I forgot to write that I'm running FreeBSD 9.0-RELEASE amd64 on Lenovo ThinkPad T500


----------



## gentoobob (Dec 18, 2013)

Did you get this working?  I'm seeing the same issue.


----------



## trh411 (Dec 18, 2013)

Don't ask me why, but I had to run the `# service bluetooth start ubt0` command twice.
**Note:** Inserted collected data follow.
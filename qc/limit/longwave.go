package limit

import (
	"math"

	"fluxwarden/qc/sensor"
	"fluxwarden/rules"
)

func blackBody(tK float64) float64 {
	t2 := tK * tK
	return float64(sensor.StefanBoltzmann * t2 * t2)
}

// AirUsable says whether an air temperature is plausible enough for other tests to lean on. Long & Dutton 2002 (from
// memory) ask for 170 to 350 K; the station's own bounds are inside that.
func AirUsable(airC float64, l *rules.Limits) bool {
	return airC >= l.AirTemperatureMinC && airC <= l.AirTemperatureMaxC
}

// LWDownAir tests longwave from the sky against the air temperature.
//
//	0.4*sigma*Ta^4 < Ld < sigma*Ta^4 + 25
//
// W/m2, Ta in kelvin. Source: Long & Dutton 2002 (from memory). Worked value: Ta 273.15: 126.26 to 340.66. In an inversion the sky
// may be warmer than the air at the mast, so a miss never rejects.
func LWDownAir(ld, airC float64, l *rules.Limits) rules.Outcome {
	if math.IsNaN(ld) {
		return rules.NoValue
	}
	if !AirUsable(airC, l) {
		return rules.NoWeather
	}
	lo, hi := LWDownAirBounds(airC, l)
	if ld <= lo || ld >= hi {
		return rules.Miss
	}
	return rules.Pass
}

// LWDownAirBounds are the bounds of LWDownAir, W/m2.
func LWDownAirBounds(airC float64, l *rules.Limits) (lo, hi float64) {
	bb := blackBody(airC + sensor.ZeroCelsiusK)
	return l.LWAirDownFactor * bb, bb + l.LWAirDownAboveWm2
}

// LWUpAir tests longwave from the ground against the air temperature.
//
//	sigma*(Ta-15)^4 < Lu < sigma*(Ta+25)^4
//
// W/m2, Ta in kelvin. Source: Long & Dutton 2002 (from memory). Worked value: Ta 273.15: 251.83 to 448.08. A desert's ground goes beyond it.
func LWUpAir(lu, airC float64, l *rules.Limits) rules.Outcome {
	if math.IsNaN(lu) {
		return rules.NoValue
	}
	if !AirUsable(airC, l) {
		return rules.NoWeather
	}
	lo, hi := LWUpAirBounds(airC, l)
	if lu <= lo || lu >= hi {
		return rules.Miss
	}
	return rules.Pass
}

// LWUpAirBounds are the bounds of LWUpAir, W/m2.
func LWUpAirBounds(airC float64, l *rules.Limits) (lo, hi float64) {
	t := airC + sensor.ZeroCelsiusK
	return blackBody(t - l.LWAirUpBelowK), blackBody(t + l.LWAirUpAboveK)
}

// LWPair tests longwave down against up.
//
//	Lu - 300 < Ld < Lu + 25
//
// W/m2. Source: Long & Dutton 2002 (from memory). Not applicable without both.
func LWPair(ld, lu float64, l *rules.Limits) rules.Outcome {
	if math.IsNaN(ld) {
		return rules.NoValue
	}
	if math.IsNaN(lu) {
		return rules.NoPartner
	}
	if ld <= lu-l.LWPairBelowWm2 || ld >= lu+l.LWPairAboveWm2 {
		return rules.Miss
	}
	return rules.Pass
}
First time it failed with your message, next time it worked.


----------



## gentoobob (Dec 19, 2013)

Well geez.  You were right.  Weird.  Thanks!


----------



## kr0m (Jun 24, 2022)

Hello, i am in the same situation but it continues failing, each time i execute the command i can see in dmesg:


> ng_hci_process_command_complete: ubt0hci - HCI command failed, OGF=0x3, OCF=0x22, status=0x1


The exact command is:


> service bluetooth start ubt0


I am using a usb-bt dongle:


> ubt0: <vendor 0x0a12 BT DONGLE10, class 224/1, rev 2.00/88.91, addr 25> on usbus0


Using: 13.1-RELEASE

Any suggestion?


----------



## sidetone (Jun 24, 2022)

Try some combination of these:

Thread bluetooth-investigating-dongle-use-for-hid-hardware-freebsd-13.85431
Thread logitech-k810-bluetooth-keyboard-updated-5-11-2014.39679
Thread bluetooth-bcm20702a0.39425
https://docs.freebsd.org/en/books/handbook/advanced-networking/#network-bluetooth






						Networking Basics: WiFi and Bluetooth | FreeBSD Foundation
					

Wireless Configuration/Set-up A wireless networking card is required to use a wireless network, FreeBSD will also need to be configured to the correct wireless network support. The correct module will need to be modified, depending on the type of networking card. The most commonly used wireless...




					freebsdfoundation.org
				




For audio over Bluetooth:

Thread freebsd-quick-guide-audio-on-freebsd.85422
Thread using-bluetooth-audio-devices-speaker-headphones-earbuds-with-freebsd.78992


----------



## kr0m (Jun 25, 2022)

I will give a try, thanks


----------